Your assignment: A copy is needed of each line in the records that has the word "lang".

Collected data entries:
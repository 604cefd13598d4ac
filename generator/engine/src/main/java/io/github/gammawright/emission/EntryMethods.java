package io.github.gammawright.emission;

import com.palantir.javapoet.CodeBlock;
import com.palantir.javapoet.MethodSpec;
import java.util.ArrayList;
import java.util.List;
import javax.lang.model.element.Modifier;

/** Writes the public methods that evaluate: each checks its arguments and hands over to the one body. */
final class EntryMethods {

    private static final String NEW_WORKSPACE = "new double[WORKSPACE_LENGTH]";

    private final EmissionContext context;
    private final ComputeSignature compute;
    private final ArgumentChecks checks;

    EntryMethods(EmissionContext context, ComputeSignature compute) {
        this.context = context;
        this.compute = compute;
        this.checks = new ArgumentChecks(context);
    }

    void emit() {
        evaluate();
        if (compute.needsWorkspace()) {
            evaluateWith();
        }
        if (context.isSingle()) {
            valuesAt();
        }
        evaluateAt();
        int scalars =
                context.names().inputs().stream().mapToInt(KernelInput::length).sum();
        if (scalars <= PartMethods.MOST_ARGUMENTS) {
            evaluateScalars();
        }
        checks.emit();
    }

    private void evaluate() {
        MethodSpec.Builder method = method("evaluate");
        inputs(method);
        results(method);
        method.addJavadoc("$L", MethodJavadoc.evaluate(context, compute.needsWorkspace()));
        if (compute.needsWorkspace()) {
            List<String> arguments = new ArrayList<>();
            arguments.add(NEW_WORKSPACE);
            context.names().inputs().forEach(input -> arguments.add(input.name()));
            arguments.addAll(context.names().results());
            method.addCode(call("evaluateWith", arguments));
        } else {
            method.addCode(checks.inputs()).addCode(checks.results());
            method.addCode("$L;\n", compute.call(EntryMethods::whole, "", startingAtZero()));
        }
        context.type().addMethod(method.build());
    }

    private void evaluateWith() {
        MethodSpec.Builder method = method("evaluateWith");
        method.addParameter(double[].class, "workspace");
        inputs(method);
        results(method);
        method.addJavadoc("$L", MethodJavadoc.evaluateWith(context));
        method.addCode(checks.workspace()).addCode(checks.inputs()).addCode(checks.results());
        method.addCode("$L;\n", compute.call(EntryMethods::whole, "workspace", startingAtZero()));
        context.type().addMethod(method.build());
    }

    private void valuesAt() {
        MethodSpec.Builder method = method("valuesAt").returns(double[].class);
        inputs(method);
        method.addJavadoc("$L", MethodJavadoc.valuesAt(context));
        String result = context.names().results().get(0);
        method.addStatement("double[] $L = new double[LENGTH]", result);
        List<String> arguments = new ArrayList<>();
        context.names().inputs().forEach(input -> arguments.add(input.name()));
        arguments.add(result);
        method.addCode(call("evaluate", arguments));
        method.addStatement("return $L", result);
        context.type().addMethod(method.build());
    }

    private void evaluateAt() {
        MethodSpec.Builder method = method("evaluateAt");
        for (KernelInput input : context.names().inputs()) {
            method.addParameter(double[].class, input.plural());
            method.addParameter(int.class, from(input));
        }
        List<String> results =
                context.isSingle() ? List.of("results") : context.names().results();
        List<String> targets = new ArrayList<>();
        for (int r = 0; r < results.size(); r++) {
            method.addParameter(double[].class, results.get(r));
            method.addParameter(int.class, to(r));
            targets.add(results.get(r) + ", " + to(r));
        }
        method.addJavadoc("$L", MethodJavadoc.evaluateAt(context, compute.needsWorkspace()));
        method.addCode(checks.ranges(results, EntryMethods::from, this::to));
        method.addCode(
                "$L;\n", compute.call(input -> new ArrayTarget(input.plural(), from(input)), NEW_WORKSPACE, targets));
        context.type().addMethod(method.build());
    }

    private void evaluateScalars() {
        MethodSpec.Builder method = method("evaluateScalars");
        for (KernelInput input : context.names().inputs()) {
            context.names().scalars(input).forEach(name -> method.addParameter(double.class, name));
        }
        results(method);
        method.addJavadoc("$L", MethodJavadoc.evaluateScalars(context, compute.needsWorkspace()));
        method.addCode(checks.results());
        method.addCode("$L;\n", compute.callWithScalars(NEW_WORKSPACE, startingAtZero()));
        context.type().addMethod(method.build());
    }

    private static MethodSpec.Builder method(String name) {
        return MethodSpec.methodBuilder(name).addModifiers(Modifier.PUBLIC);
    }

    private static ArrayTarget whole(KernelInput input) {
        return new ArrayTarget(input.name(), null);
    }

    private List<String> startingAtZero() {
        return context.names().results().stream().map(result -> result + ", 0").toList();
    }

    private static CodeBlock call(String name, List<String> arguments) {
        return CodeBlock.of("$L;\n", LineBreaks.wrap(name + "(" + String.join(", ", arguments) + ")"));
    }

    private void inputs(MethodSpec.Builder method) {
        context.names().inputs().forEach(input -> method.addParameter(double[].class, input.name()));
    }

    private void results(MethodSpec.Builder method) {
        context.names().results().forEach(result -> method.addParameter(double[].class, result));
    }

    private static String from(KernelInput input) {
        return input.isPoint() ? "from" : input.plural() + "From";
    }

    private String to(int result) {
        return context.isSingle() ? "to" : context.names().results().get(result) + "To";
    }
}
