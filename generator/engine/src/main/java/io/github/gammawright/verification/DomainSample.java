package io.github.gammawright.verification;

import java.util.List;
import java.util.Optional;

/**
 * Points drawn from a definition's domain.
 *
 * @param points those that meet the conditions, first those of the sequence, then those at edges
 * @param draws how many points of the box were tried
 * @param shortage why there are fewer points than asked for, in words for the definition's author; empty when there are
 *     enough
 */
public record DomainSample(List<SamplePoint> points, int draws, Optional<String> shortage) {

    public DomainSample {
        points = List.copyOf(points);
    }
}
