package io.github.gammawright.emission;

import io.github.gammawright.graph.Instruction;
import java.util.ArrayList;
import java.util.BitSet;
import java.util.HashSet;
import java.util.List;
import java.util.Set;

/**
 * Cuts the statements of a body into runs that fit into methods. A body that fits into one method stays whole; else
 * each cut is made where few values are alive, so that the parts follow the data flow.
 */
final class Partition {

    /** Sizes at which a split costs little, and the compiler of the virtual machine is at its best. */
    private static final int MOST_OPERATIONS = 400;

    private static final int LEAST_OPERATIONS = 200;
    private static final int LARGEST_PART = 5_200;

    private final Body body;
    private final BytecodeSize size;
    private final int[] lastUse;
    private final BitSet stored = new BitSet();

    private Partition(Body body, BytecodeSize size) {
        this.body = body;
        this.size = size;
        this.lastUse = new int[body.program().size()];
        for (int s = 0; s < body.statements().size(); s++) {
            int position = s;
            body.reads(body.statements().get(s)).forEach(value -> lastUse[value] = position);
            if (body.statements().get(s) instanceof Statement.Store store) {
                stored.set(store.value());
            }
        }
    }

    /** The parts in order. */
    static List<List<Statement>> of(Body body, BytecodeSize size) {
        int bytes = 0;
        int locals = 64;
        for (Statement statement : body.statements()) {
            locals += statement instanceof Statement.Define ? 2 : 0;
            bytes += size.of(statement, locals);
        }
        if (bytes <= BytecodeSize.LARGEST_METHOD) {
            return List.of(body.statements());
        }
        return new Partition(body, size).cut();
    }

    private List<List<Statement>> cut() {
        List<Statement> statements = body.statements();
        List<List<Statement>> parts = new ArrayList<>();
        int from = 0;
        while (from < statements.size()) {
            int to = end(from);
            parts.add(statements.subList(from, to));
            from = to;
        }
        return parts;
    }

    /** Where the part that starts at a statement ends. */
    private int end(int from) {
        List<Statement> statements = body.statements();
        Set<Integer> defined = new HashSet<>();
        Set<Integer> loaded = new HashSet<>();
        int bytes = 0;
        int operations = 0;
        int locals = 64;
        int best = from + 1;
        int fewest = Integer.MAX_VALUE;
        for (int s = from; s < statements.size(); s++) {
            Statement statement = statements.get(s);
            int moves = 0;
            for (int read : body.reads(statement)) {
                boolean elsewhere = body.isVariable(read) && !defined.contains(read);
                moves += elsewhere && loaded.add(read) ? 1 : 0;
            }
            locals += 2 * moves;
            if (statement instanceof Statement.Define define) {
                locals += 2;
                defined.add(define.value());
                // it may have to be written for a later part
                moves += stored.get(define.value()) ? 0 : 1;
            }
            bytes += size.of(statement, locals) + moves * BytecodeSize.move(locals);
            operations += operations(statement);
            if (s > from && (bytes > LARGEST_PART || operations > MOST_OPERATIONS)) {
                return best;
            }
            if (s + 1 == statements.size()) {
                return s + 1;
            }
            int alive = cost(defined, s + 1);
            boolean large = operations >= LEAST_OPERATIONS || bytes >= LARGEST_PART / 2;
            if (mayCutBefore(s + 1) && (alive <= fewest || !large)) {
                best = s + 1;
                fewest = large ? alive : Integer.MAX_VALUE;
            }
        }
        return statements.size();
    }

    /** What it takes to carry values of this part over a cut; one that is a result already needs no writing. */
    private int cost(Set<Integer> defined, int cut) {
        int cost = 0;
        for (int value : defined) {
            if (lastUse[value] >= cut) {
                cost += stored.get(value) ? 1 : 2;
            }
        }
        return cost;
    }

    /** The first store of a variable stays with its definition, so that later parts find it in the result. */
    private boolean mayCutBefore(int s) {
        return !(body.statements().get(s) instanceof Statement.Store store
                && body.statements().get(s - 1) instanceof Statement.Define define
                && define.value() == store.value());
    }

    private int operations(Statement statement) {
        int value = Body.valueOf(statement);
        if (value < 0 || (statement instanceof Statement.Store && body.isVariable(value))) {
            return 0;
        }
        return operations(value);
    }

    private int operations(int value) {
        Instruction instruction = body.program().instruction(value);
        int operations =
                instruction instanceof Instruction.Arithmetic || instruction instanceof Instruction.Call ? 1 : 0;
        for (int operand : instruction.operands()) {
            boolean inlined = !body.isVariable(operand) && !body.values().isGiven(operand);
            operations += inlined ? operations(operand) : 0;
        }
        return operations;
    }
}
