package io.github.gammawright.verification;

import io.github.gammawright.geometry.Quantity;
import java.lang.reflect.Constructor;
import java.lang.reflect.InvocationTargetException;
import java.lang.reflect.Method;
import java.util.ArrayList;
import java.util.Arrays;
import java.util.List;
import java.util.Locale;
import java.util.function.Function;

/** A kernel class as its users see it, by reflection. Whatever deviates from the promised shape is a {@link Defect}. */
final class KernelInstance {

    private final Class<?> type;
    private final boolean single;
    private final Method evaluate;

    /** The class breaks a promise that all kernel classes make. */
    static final class Defect extends Exception {
        Defect(String message) {
            super(message);
        }

        Defect(String message, Throwable cause) {
            super(message + ": " + cause, cause);
        }
    }

    /**
     * Looks at a class.
     *
     * @param arrays how many arrays {@code evaluate} must take
     */
    KernelInstance(Class<?> type, boolean single, int arrays) throws Defect {
        this.type = type;
        this.single = single;
        List<Method> methods = Arrays.stream(type.getMethods())
                .filter(method -> method.getName().equals("evaluate"))
                .toList();
        if (methods.size() != 1) {
            throw new Defect("there must be one method evaluate, not " + methods.size());
        }
        evaluate = methods.get(0);
        Class<?>[] expected = new Class<?>[arrays];
        Arrays.fill(expected, double[].class);
        if (!Arrays.equals(expected, evaluate.getParameterTypes())) {
            throw new Defect("evaluate must take " + arrays + " arrays of double, not "
                    + Arrays.toString(evaluate.getParameterTypes()));
        }
    }

    /** The length that the class gives for a result. */
    int length(Quantity quantity) throws Defect {
        String name =
                single ? "LENGTH" : quantity.symbol().toUpperCase(Locale.ROOT).replace('-', '_') + "_LENGTH";
        try {
            return type.getField(name).getInt(null);
        } catch (ReflectiveOperationException e) {
            throw new Defect("there is no constant " + name, e);
        }
    }

    /** The class's method that says where a component is. */
    SlotMap.ClassIndex index(Quantity quantity, int rank) throws Defect {
        String name = single ? "index" : quantity.variableName() + "Index";
        Class<?>[] indices = new Class<?>[rank];
        Arrays.fill(indices, int.class);
        Method method;
        try {
            method = type.getMethod(name, indices);
        } catch (NoSuchMethodException e) {
            throw new Defect("there is no method " + name + " of " + rank + " indices", e);
        }
        return tuple -> {
            Object[] arguments = Arrays.stream(tuple).boxed().toArray();
            try {
                return (int) method.invoke(null, arguments);
            } catch (ReflectiveOperationException e) {
                throw new IllegalStateException(name + Arrays.toString(tuple) + " fails", e);
            }
        };
    }

    /**
     * Makes an object.
     *
     * @param functions the object that stands for the caller's functions, by the type that the constructor asks for; not
     *     used when it asks for none
     */
    Object construct(double[] parameters, boolean hasFunctions, Function<Class<?>, Object> functions) throws Defect {
        int arguments = parameters.length + (hasFunctions ? 1 : 0);
        for (Constructor<?> constructor : type.getConstructors()) {
            if (constructor.getParameterCount() != arguments) {
                continue;
            }
            List<Object> values = new ArrayList<>();
            for (double parameter : parameters) {
                values.add(parameter);
            }
            if (hasFunctions) {
                values.add(functions.apply(constructor.getParameterTypes()[parameters.length]));
            }
            try {
                return constructor.newInstance(values.toArray());
            } catch (InvocationTargetException e) {
                throw new Defect("the constructor refuses " + Arrays.toString(parameters), e.getCause());
            } catch (ReflectiveOperationException | IllegalArgumentException e) {
                throw new Defect("the constructor cannot be called", e);
            }
        }
        throw new Defect("there is no constructor of " + arguments + " arguments");
    }

    /** Calls {@code evaluate}. */
    void evaluate(Object kernel, double[][] arrays) throws Defect {
        try {
            evaluate.invoke(kernel, (Object[]) arrays);
        } catch (InvocationTargetException e) {
            throw new Defect("evaluate fails", e.getCause());
        } catch (ReflectiveOperationException e) {
            throw new Defect("evaluate cannot be called", e);
        }
    }

    /** Calls {@code inDomain}. */
    boolean inDomain(Object kernel, double[] point) throws Defect {
        try {
            return (boolean) type.getMethod("inDomain", double[].class).invoke(kernel, (Object) point);
        } catch (InvocationTargetException e) {
            throw new Defect("inDomain fails", e.getCause());
        } catch (ReflectiveOperationException e) {
            throw new Defect("inDomain cannot be called", e);
        }
    }
}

Result for this exercise:
import javax.lang.model.element.Modifier;
import java.lang.reflect.Constructor;
import java.lang.reflect.InvocationTargetException;
import java.lang.reflect.Method;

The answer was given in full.